Article by Marcus Garvey
in the Norfolk Journal and Guide
HAILE SELASSIE IS BAD HISTORIAN
AND WORSE PSYCHOLOGIST,
OPINES FAM[OU]S U.N.I.A. LEADER
The American Negro is the
most loyal, self-conscious, and expressive member of the racial group. He is never
wanting in his response to racial appeals that stir him to the possibility of real service
- religiously, politically, and otherwise.
He has never failed those who appeal to him. Most of the time, however, he allows his enthusiasm for racial causes to get the better of his judgment, and then, when the truth is brought home to him, he becomes disappointed and disgusted.
Efforts should be made not to spoil his good disposition and character in this respect, for he it is who is leading the world of other Negroes in the race in the hope of solving a problem that calls for their true responsibility to the most serious application.
THE WAR, FOR INSTANCE
The Italo-Abyssinian War had
an immediate appeal to the American Negro, like Negroes in all other parts of the world,
and his response was immediate and most enthusiastic.
Unfortunately when Ethiopia entered upon the War and before, there was no organized intelligence about its true position among Negroes anywhere. It was difficult, therefore, for Abyssinia to get the right kind of support that was absolutely necessary at the very start of things.
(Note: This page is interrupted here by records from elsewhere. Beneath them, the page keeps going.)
import { createHash } from 'node:crypto'
import { afterAll, beforeAll, describe, expect, it } from 'vitest'
import { AuditEntry, MailMessage, User, UserToken } from '../../server/db/models'
import { closeTestDatabase, testDatabase } from '../support/database'
import { linkToken, uniqueEmail, waitForMail } from '../support/outbox'
import { type Client, demoUser, freshClient } from '../support/server'
import { GOOD_PASSWORD, inviteThroughMail } from '../support/team'

let admin: Client

beforeAll(async () => {
  testDatabase()
  admin = freshClient()
  await admin.signIn(demoUser('admin').email)
})
afterAll(closeTestDatabase)

const check = (token: string, purpose = 'invitation') => freshClient().post('/api/auth/link', { token, purpose })
const accept = (token: string, password = GOOD_PASSWORD, client = freshClient()) =>
  client.post('/api/auth/password', { token, purpose: 'invitation', password })

describe('inviting by e-mail', () => {
  it('creates the person, sends a message with a single-use link, and lets them choose a password and sign in', async () => {
    const email = uniqueEmail('coordinator')
    const answer = await admin.post<{ userId: number, reinvited: boolean, expiresAt: string }>('/api/people/invitations', { email, role: 'coordinator', name: 'Ruth Achterberg' })
    expect(answer.status).toBe(201)
    expect(answer.body.reinvited).toBe(false)
    const hours = (new Date(answer.body.expiresAt).getTime() - Date.now()) / 3_600_000
    expect(hours).toBeGreaterThan(71.9)
    expect(hours).toBeLessThanOrEqual(72)

    const mail = await waitForMail(email)
    expect(mail.subject).toContain('Kestrel Valley Growers Trust')
    expect(mail.text).toContain('coordinator')
    const { token, url } = linkToken(mail, 'welcome')
    expect(url.startsWith(process.env.FURROWCAST_TEST_URL!)).toBe(true)

    // Only the SHA-256 of the secret part is stored; the sent message's body is blanked.
    const [id, secret] = token.split('.')
    const row = await UserToken.findByPk(Number(id))
    expect(row!.tokenHash).toBe(createHash('sha256').update(secret!).digest('hex'))
    expect(row!.tokenHash).not.toContain(secret)
    const message = await MailMessage.findOne({ where: { userId: answer.body.userId, kind: 'invitation' }, order: [['id', 'DESC']] })
    expect(message!.status).toBe('sent')
    expect(message!.textBody).not.toContain(secret)

    const checked = await check(token)
    expect(checked.status).toBe(200)
    expect(checked.body).toMatchObject({ email, name: 'Ruth Achterberg', purpose: 'invitation' })

    expect((await accept(token)).status).toBe(200)
    const client = freshClient()
    const signedIn = await client.signIn(email, GOOD_PASSWORD)
    expect(signedIn.body).toMatchObject({ email, role: 'coordinator' })
    expect(await AuditEntry.count({ where: { action: 'invitation.accepted', entityId: String(answer.body.userId) } })).toBe(1)

    const reused = await accept(token, 'another-long-passphrase')
    expect(reused.status).toBe(410)
    expect(reused.body.message).toBe('This invitation link has already been used. Sign in with the password you chose.')
    expect((await check(token)).status).toBe(410)
    // The reuse did not change the password.
    expect((await freshClient().post('/api/auth/signin', { email, password: 'another-long-passphrase' })).status).toBe(401)
  })

  it('invalidates the earlier link when the same address is invited again', async () => {
    const first = await inviteThroughMail(admin, { role: 'enumerator' })
    const second = await inviteThroughMail(admin, { email: first.email, role: 'funder' })
    expect(second.token).not.toBe(first.token)
    const old = await check(first.token)
    expect(old.status).toBe(410)
    expect(old.body.message).toBe('A newer invitation was sent to you. Use the link in the latest message.')
    expect((await accept(first.token)).status).toBe(410)
    const fresh = await check(second.token)
    expect(fresh.status).toBe(200)
    // The second invitation also changed the role.
    expect((await User.findByPk(first.userId))!.role).toBe('funder')
  })

  it('refuses an expired link with a clear message', async () => {
    const invited = await inviteThroughMail(admin, { role: 'enumerator' })
    await UserToken.update({ expiresAt: new Date(Date.now() - 60_000) }, { where: { id: Number(invited.token.split('.')[0]) } })
    const answer = await accept(invited.token)
    expect(answer.status).toBe(410)
    expect(answer.body.message).toBe('This invitation link has expired. Ask your administrator to invite you again.')
    expect((await User.findByPk(invited.userId))!.passwordHash).toBeNull()
  })

  it('refuses a tampered or made-up link as not valid, and a reset link used as an invitation', async () => {
    const invited = await inviteThroughMail(admin, { role: 'enumerator' })
    const [id, secret] = invited.token.split('.') as [string, string]
    const flipped = `${id}.${secret.slice(0, -1)}${secret.endsWith('A') ? 'B' : 'A'}`
    for (const token of [flipped, `${Number(id) + 1000}.${secret}`, 'not-a-token', `${id}.${secret}x`]) {
      const answer = await check(token)
      expect(answer.status, token).toBe(400)
      expect(answer.body.message).toMatch(/^This invitation link is not valid\./)
    }
    expect((await check(invited.token, 'reset')).status).toBe(400)
    expect((await check(invited.token)).status).toBe(200)
  })

  it('refuses short and common passwords with readable messages, and uses up nothing', async () => {
    const invited = await inviteThroughMail(admin, { role: 'enumerator' })
    const short = await accept(invited.token, 'short')
    expect(short.status).toBe(400)
    expect(short.body.message).toMatch(/at least 10 characters/)
    for (const common of ['1234567890', 'qwertyuiop', 'Password2026!', 'sunshine12345']) {
      const answer = await accept(invited.token, common)
      expect(answer.status, common).toBe(400)
      expect(answer.body.message).toMatch(/most common/)
    }
    expect((await check(invited.token)).status).toBe(200)
    expect((await accept(invited.token)).status).toBe(200)
  })

  it('refuses the link of a person deactivated after the invitation', async () => {
    const invited = await inviteThroughMail(admin, { role: 'enumerator' })
    expect((await admin.request('PATCH', `/api/people/${invited.userId}`, { active: false })).status).toBe(200)
    const answer = await accept(invited.token)
    expect(answer.status).toBe(403)
    expect(answer.body.message).toMatch(/deactivated/)
  })

  it('refuses to invite an address that already has an account', async () => {
    const answer = await admin.post('/api/people/invitations', { email: demoUser('funder').email, role: 'funder' })
    expect(answer.status).toBe(409)
    expect(answer.body.message).toBe('This e-mail address already has a Furrowcast account.')
  })

  it.each([
    ['no body', undefined],
    ['an empty object', {}],
    ['a malformed e-mail', { email: 'nobody', role: 'enumerator' }],
    ['an unknown role', { email: 'x@team-test.example', role: 'wizard' }],
    ['a name that is too long', { email: 'x@team-test.example', role: 'funder', name: 'n'.repeat(200) }],
    ['an array', ['x@team-test.example']]
  ])('answers 400 with a message to %s, and writes nothing', async (_label, body) => {
    const before = { users: await User.count(), mail: await MailMessage.count(), tokens: await UserToken.count() }
    const answer = await admin.post('/api/people/invitations', body)
    expect(answer.status).toBe(400)
    expect(answer.body.message.length).toBeGreaterThan(5)
    expect({ users: await User.count(), mail: await MailMessage.count(), tokens: await UserToken.count() }).toEqual(before)
  })

  it('shows the invitation and its mail state in the people list', async () => {
    const invited = await inviteThroughMail(admin, { role: 'funder', name: 'Zeynep Marchetti-Oduya' })
    const list = await admin.get<{ items: Array<{ email: string, hasPassword: boolean, invitation: { expired: boolean } | null, mail: { status: string, kind: string } | null }> }>(
      `/api/people?search=${encodeURIComponent(invited.email)}`
    )
    expect(list.body.items).toHaveLength(1)
    expect(list.body.items[0]).toMatchObject({ hasPassword: false, invitation: { expired: false }, mail: { status: 'sent', kind: 'invitation' } })
  })
})

describe('link routes are rate-limited per address', () => {
  it('blocks an address after 20 refused links, without touching other addresses', async () => {
    const client = freshClient()
    for (let i = 0; i < 20; i++) {
      expect((await client.post('/api/auth/link', { token: `${i + 1}.${'A'.repeat(43)}`, purpose: 'reset' })).status).toBe(400)
    }
    const blocked = await client.post('/api/auth/link', { token: `1.${'A'.repeat(43)}`, purpose: 'reset' })
    expect(blocked.status).toBe(429)
    expect(blocked.body.message).toMatch(/Too many links were refused from this address\. Try again in \d+ minutes\./)
    expect((await client.post('/api/auth/password', { token: `1.${'A'.repeat(43)}`, purpose: 'reset', password: GOOD_PASSWORD })).status).toBe(429)
    expect((await freshClient().post('/api/auth/link', { token: `1.${'A'.repeat(43)}`, purpose: 'reset' })).status).toBe(400)
  })
})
The lack of information among Negroes of the world about Abyssinia was due to the fault of the Abyssinian government which up to that time took no diplomatic pains of creating contact with the Negro peoples of the world and particularly those of America so as to create among them an interest that was most necessary and vital for a successful resistance of an Italian or European offensive.
ATTITUDE TOWARD WAR
From our knowledge and
experience, we are able to say that the Abyssinian government headed by Emperor Haile
Selassie felt that its existence was possible without any catering to and contact with
In fact, they held themselves to be a separate and distinct race from the Negro race, and the entire administrative policy was to treat the blacks as an inferior people in whom they were not politically interested, except for their enslavement and exploitation.
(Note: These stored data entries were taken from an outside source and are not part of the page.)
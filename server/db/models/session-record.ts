import { DataTypes, Model, type CreationOptional, type InferAttributes, type InferCreationAttributes, type NonAttribute, type Sequelize } from 'sequelize'
import type { User } from './user'

/**
 * One signed-in browser or tablet. The cookie holds a random token; only its SHA-256 is stored, so a copy
 * of this table signs nobody in. A session ends when revoked, idle too long or past its absolute lifetime.
 */
export class SessionRecord extends Model<InferAttributes<SessionRecord>, InferCreationAttributes<SessionRecord>> {
  declare id: CreationOptional<number>
  declare userId: number
  declare tokenHash: string
  declare createdAt: CreationOptional<Date>
  declare lastSeenAt: Date
  declare expiresAt: Date
  declare revokedAt: CreationOptional<Date | null>
  declare revokedReason: CreationOptional<string | null>
  declare userAgent: string | null
  declare ip: string | null
  declare user?: NonAttribute<User>

  static initModel(sequelize: Sequelize) {
    SessionRecord.init({
      id: { type: DataTypes.INTEGER.UNSIGNED, autoIncrement: true, primaryKey: true },
      userId: { type: DataTypes.INTEGER.UNSIGNED, allowNull: false },
      tokenHash: { type: DataTypes.CHAR(64), allowNull: false, unique: true },
      createdAt: DataTypes.DATE,
      lastSeenAt: { type: DataTypes.DATE, allowNull: false },
      expiresAt: { type: DataTypes.DATE, allowNull: false },
      revokedAt: { type: DataTypes.DATE, allowNull: true },
      revokedReason: { type: DataTypes.STRING(40), allowNull: true },
      userAgent: { type: DataTypes.STRING(255), allowNull: true },
      ip: { type: DataTypes.STRING(45), allowNull: true }
    }, { sequelize, tableName: 'sessions', updatedAt: false })
  }
}
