import path from 'node:path'
import type { Locator, Page } from 'playwright-core'
import { describe, expect, it } from 'vitest'
import { Assignment, AuditEntry, Round, SampleFarm, User, Village, Visit } from '../../server/db/models'
import { SCREENSHOTS, newTabletContext } from '../support/browser'
import { openFieldStore } from '../support/field-pin'
import { poll, signInPage, useBrowser } from '../support/pages'
import { demoUser } from '../support/server'

// The whole tablet path of one field day, on a tablet with no network: a farm of the sample list is visited (started
// from the list) in the second language, conditions hide and show questions as answers change, two plots are added and
// one removed, another listed farm refuses with its reason; back online ONE sync sends it all. Review, in another
// browser, shows the answers in words, the plot row with its "not asked" question, the village's response rates with
// the refusal, and stores and audits a correction of the plot. Independent of other tests' data: the farms are picked
// among those still to visit, and the expected counts are read from the tables, never assumed.

const opened = useBrowser()
const LONG = 60_000

const NUMBERS: Record<string, string> = { farm_size_ha: '2.6', household_size: '6', schooling_years: '7', age_head: '44', dealer_distance_km: '9.5', livestock_tlu: '1.4' }
const YESNO: Record<string, boolean> = { adopted: true, female_head: true, extension_contact: true, group_member: false, owns_phone: true }
const CREDIT_SW = 'Mkopo unatoka wapi?'
const CREDIT_EN = 'Where does the credit come from?'
const REFUSAL = 'The head asked us to come after the harvest; declined today'

const farm = (page: Page, code: string) => page.locator(`[data-testid="sample-farm"][data-farm="${code}"]`)
const stateOf = async (page: Page, code: string) => (await farm(page, code).getByTestId('sample-farm-state').textContent())?.trim()
const labelOf = (page: Page, id: string) => page.locator(`label[for="${id}"]`).innerText()
const language = (page: Page, name: string) => page.getByTestId('field-language').getByRole('button', { name })

/** The text of whatever is on top at the middle of the element's left edge (what a person sees there). */
async function textOnTop(page: Page, locator: Locator): Promise<string | null | undefined> {
  await locator.scrollIntoViewIfNeeded()
  const box = (await locator.boundingBox())!
  return page.evaluate(([x, y]) => document.elementFromPoint(x!, y!)?.textContent?.trim(), [box.x + 3, box.y + box.height / 2])
}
The Amharic Rulers felt that they had descended from a superior race and even in Abyssinia the darker races of the country were regarded as inferiors only fit to be feudal serfs and in many instances overburdened slaves.
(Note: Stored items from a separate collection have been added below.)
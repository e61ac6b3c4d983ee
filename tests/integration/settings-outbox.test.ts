import { afterAll, beforeAll, describe, expect, it } from 'vitest'
import { AuditEntry, Organisation } from '../../server/db/models'
import { closeTestDatabase, testDatabase } from '../support/database'
import { type Client, DEMO, demoUser, freshClient } from '../support/server'
import { inviteThroughMail } from '../support/team'

let admin: Client

// The demo organisation's settings as seeded: put back afterwards, since later tests rely on its funder list.
let seeded: Organisation['settings']

beforeAll(async () => {
  testDatabase()
  admin = freshClient()
  await admin.signIn(demoUser('admin').email)
  seeded = (await Organisation.findOne({ where: { slug: DEMO.organisation.slug } }))!.settings
})
afterAll(async () => {
  await Organisation.update({ settings: seeded }, { where: { slug: DEMO.organisation.slug } })
  await closeTestDatabase()
})

const SETTINGS = {
  name: DEMO.organisation.name,
  defaultClusterVariable: 'village',
  minVisitsForFunders: 8,
  funderOrganisations: [
    { name: 'Lindqvist-Abara Rural Fund', emailDomain: 'lindqvist-abara.example' },
    { name: 'Ombara Valley Water Board', emailDomain: 'ovwb.example' }
  ]
}

describe('organisation settings', () => {
  it('saves name, cluster variable, small-village threshold and funder organisations, keeping other keys, and audits the change', async () => {
    const organisation = (await Organisation.findOne({ where: { slug: DEMO.organisation.slug } }))!
    await organisation.update({ settings: { ...organisation.settings, keptByAnotherFeature: true } as typeof organisation.settings })
    const saved = await admin.request('PUT', '/api/settings', { ...SETTINGS, funderOrganisations: SETTINGS.funderOrganisations.map(f => ({ ...f, emailDomain: f.emailDomain.toUpperCase() })) })
    expect(saved.status).toBe(200)
    expect(saved.body).toEqual(SETTINGS)
    expect((await admin.get('/api/settings')).body).toEqual(SETTINGS)
    await organisation.reload()
    expect(organisation.settings).toMatchObject({ keptByAnotherFeature: true, minVisitsForFunders: 8 })
    const entry = await AuditEntry.findOne({ where: { action: 'settings.updated' }, order: [['id', 'DESC']] })
    expect(entry!.details).toEqual({ changed: ['minVisitsForFunders', 'funderOrganisations'] })
  })

  it.each([
    ['no body', undefined],
    ['a missing name', { ...SETTINGS, name: '' }],
    ['a cluster variable with spaces', { ...SETTINGS, defaultClusterVariable: 'village id' }],
    ['a threshold of zero', { ...SETTINGS, minVisitsForFunders: 0 }],
    ['a threshold as text', { ...SETTINGS, minVisitsForFunders: 'five' }],
    ['a domain with @', { ...SETTINGS, funderOrganisations: [{ name: 'A', emailDomain: '@fund.example' }] }],
    ['a repeated domain', { ...SETTINGS, funderOrganisations: [{ name: 'A', emailDomain: 'fund.example' }, { name: 'B', emailDomain: 'fund.example' }] }]
  ])('answers 400 to %s and writes nothing', async (_label, body) => {
    const before = (await Organisation.findOne({ where: { slug: DEMO.organisation.slug } }))!.toJSON()
    const answer = await admin.request('PUT', '/api/settings', body)
    expect(answer.status).toBe(400)
    expect(answer.body.message.length).toBeGreaterThan(5)
    const after = (await Organisation.findOne({ where: { slug: DEMO.organisation.slug } }))!.toJSON()
    expect(after).toEqual(before)
  })
})

describe('the outbox page', () => {
  it('shows the messages this organisation sent, as the mail catcher kept them', async () => {
    const invited = await inviteThroughMail(admin, { role: 'enumerator' })
    const outbox = await admin.get<{ enabled: boolean, items: Array<{ to: string[], subject: string, text: string }> }>('/api/outbox')
    expect(outbox.status).toBe(200)
    expect(outbox.body.enabled).toBe(true)
    const mine = outbox.body.items.find(item => item.to.includes(invited.email))
    expect(mine?.subject).toBe(invited.mail.subject)
    expect(mine?.text).toContain('/welcome?token=')
  })
})
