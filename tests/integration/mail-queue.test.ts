import net from 'node:net'
import { SMTPServer } from 'smtp-server'
import { afterAll, beforeAll, describe, expect, it } from 'vitest'
import { MailMessage } from '../../server/db/models'
import { BLANKED_BODY, deliverDueMail, retryDelayMs } from '../../server/utils/mail'
import { closeTestDatabase, testDatabase } from '../support/database'
import { demoUser, freshClient } from '../support/server'
import { inviteThroughMail } from '../support/team'

// The queue's sender with real nodemailer transports: one to a loopback port where nothing listens (a mail
// server that is down), one to a small SMTP server of this test. Messages are created due an hour from now
// and delivered with a clock set later, so the test server's own retry loop leaves them alone.
const HOUR = 3_600_000
const received: Array<{ to: string[], raw: string }> = []
let smtp: SMTPServer
let smtpPort: number
let closedPort: number

async function freePort(): Promise<number> {
  const probe = net.createServer()
  await new Promise<void>(resolve => probe.listen(0, '127.0.0.1', resolve))
  const port = (probe.address() as net.AddressInfo).port
  await new Promise(resolve => probe.close(resolve))
  return port
}

beforeAll(async () => {
  testDatabase()
  closedPort = await freePort()
  smtp = new SMTPServer({
    authOptional: true,
    disabledCommands: ['STARTTLS'],
    onData(stream, session, callback) {
      const chunks: Buffer[] = []
      stream.on('data', (chunk: Buffer) => chunks.push(chunk))
      stream.on('end', () => {
        received.push({ to: session.envelope.rcptTo.map(r => r.address), raw: Buffer.concat(chunks).toString('utf8') })
        callback()
      })
    }
  })
  await new Promise<void>(resolve => smtp.listen(0, '127.0.0.1', () => resolve()))
  smtpPort = (smtp.server.address() as net.AddressInfo).port
})
afterAll(async () => {
  await new Promise(resolve => smtp.close(resolve))
  await closeTestDatabase()
})

const down = () => `smtp://127.0.0.1:${closedPort}`
const up = () => `smtp://127.0.0.1:${smtpPort}`

async function queued(overrides: Partial<{ sensitive: boolean, attempts: number }> = {}) {
  return MailMessage.create({
    organisationId: null,
    userId: null,
    kind: 'queue-test',
    toAddress: `queue-${Math.random().toString(36).slice(2, 8)}@team-test.example`,
    subject: 'Queue test',
    textBody: 'Follow https://furrowcast.example/welcome?token=1.secret',
    htmlBody: null,
    sensitive: overrides.sensitive ?? false,
    attempts: overrides.attempts ?? 0,
    lastError: null,
    nextAttemptAt: new Date(Date.now() + HOUR),
    sentAt: null
  })
}

describe('the mail queue', () => {
  it('keeps a message queued with its error while the mail server is down, and sends it on retry', async () => {
    const message = await queued({ sensitive: true })
    const firstTry = new Date(Date.now() + 2 * HOUR)
    const outcome = await deliverDueMail({ smtpUrl: down(), from: 'Furrowcast <test@furrowcast.example>', maxAttempts: 5, now: firstTry, ids: [message.id] })
    expect(outcome).toEqual({ sent: 0, retrying: 1, failed: 0 })
    await message.reload()
    expect(message.status).toBe('queued')
    expect(message.attempts).toBe(1)
    expect(message.lastError).toMatch(/ECONNREFUSED|connect/i)
    expect(message.nextAttemptAt!.getTime() - firstTry.getTime()).toBeGreaterThanOrEqual(retryDelayMs(1) - 1000)
    expect(message.textBody).toContain('token=1.secret')

    // Not yet due: nothing happens.
    expect(await deliverDueMail({ smtpUrl: up(), from: 'test@furrowcast.example', maxAttempts: 5, now: firstTry, ids: [message.id] })).toEqual({ sent: 0, retrying: 0, failed: 0 })

    const later = new Date(firstTry.getTime() + retryDelayMs(1) + 1000)
    expect(await deliverDueMail({ smtpUrl: up(), from: 'test@furrowcast.example', maxAttempts: 5, now: later, ids: [message.id] })).toEqual({ sent: 1, retrying: 0, failed: 0 })
    await message.reload()
    expect(message).toMatchObject({ status: 'sent', attempts: 2, lastError: null, nextAttemptAt: null })
    expect(message.sentAt).not.toBeNull()
    // It held a link: the stored body is blanked once sent.
    expect(message.textBody).toBe(BLANKED_BODY)
    const got = received.find(r => r.to.includes(message.toAddress))
    expect(got?.raw).toContain('Subject: Queue test')
    expect(got?.raw).toContain(`X-Furrowcast-Message: ${message.id}`)
  })

  it('marks a message failed after the last attempt', async () => {
    const message = await queued({ attempts: 2 })
    const outcome = await deliverDueMail({ smtpUrl: down(), from: 'test@furrowcast.example', maxAttempts: 3, now: new Date(Date.now() + 2 * HOUR), ids: [message.id] })
    expect(outcome.failed).toBe(1)
    await message.reload()
    expect(message).toMatchObject({ status: 'failed', attempts: 3, nextAttemptAt: null })
    expect(message.lastError).toBeTruthy()
  })

  it('sends a message once even when two senders run at the same moment', async () => {
    const message = await queued()
    const options = { smtpUrl: up(), from: 'test@furrowcast.example', maxAttempts: 5, now: new Date(Date.now() + 2 * HOUR), ids: [message.id] }
    const [a, b] = await Promise.all([deliverDueMail(options), deliverDueMail(options)])
    expect(a.sent + b.sent).toBe(1)
    expect(received.filter(r => r.to.includes(message.toAddress))).toHaveLength(1)
  })

  it('shows an admin, in the people list, an invitation that the mail server has not taken yet', async () => {
    const admin = freshClient()
    await admin.signIn(demoUser('admin').email)
    const invited = await inviteThroughMail(admin, { role: 'enumerator' })
    const sent = (await MailMessage.findOne({ where: { userId: invited.userId } }))!
    // A later message about the same person, which meets the mail server while it is down.
    const stuck = await MailMessage.create({
      organisationId: sent.organisationId,
      userId: invited.userId,
      kind: 'invitation',
      toAddress: invited.email,
      subject: sent.subject,
      textBody: 'a new link',
      htmlBody: null,
      lastError: null,
      nextAttemptAt: new Date(Date.now() + HOUR),
      sentAt: null
    })
    await deliverDueMail({ smtpUrl: down(), from: 'test@furrowcast.example', maxAttempts: 5, now: new Date(Date.now() + 2 * HOUR), ids: [stuck.id] })
    const list = await admin.get<{ items: Array<{ mail: { id: number, status: string, attempts: number, lastError: string, nextAttemptAt: string } }> }>(
      `/api/people?search=${encodeURIComponent(invited.email)}`
    )
    expect(list.body.items[0]!.mail).toMatchObject({ id: stuck.id, status: 'queued', attempts: 1 })
    expect(list.body.items[0]!.mail.lastError).toMatch(/ECONNREFUSED|connect/i)
    expect(new Date(list.body.items[0]!.mail.nextAttemptAt).getTime()).toBeGreaterThan(Date.now())
    await stuck.destroy()
  })

  it('backs off 30 s, 1 min, 2 min … up to one hour', () => {
    expect([1, 2, 3, 4].map(retryDelayMs)).toEqual([30_000, 60_000, 120_000, 240_000])
    expect(retryDelayMs(20)).toBe(HOUR)
  })
})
Unfortunately the Emperor's
government was not an enlightened one, in the sense that it could not understand and
appreciate European diplomacy and the methods of European statesmen in preserving the
political independence of their respective countries and in catering to their respective
The Abyssinian policy was based on the absolute elevation of the ruling classes and the positive lack of national interest in the native masses. This is contrary to the policy of enlightened and civilized governments where the rulers - whether they be kings, emperors, dictators, or presidents - hold office only as executive trustees for the people whom they must serve, the wishes of the said people being supreme will and law.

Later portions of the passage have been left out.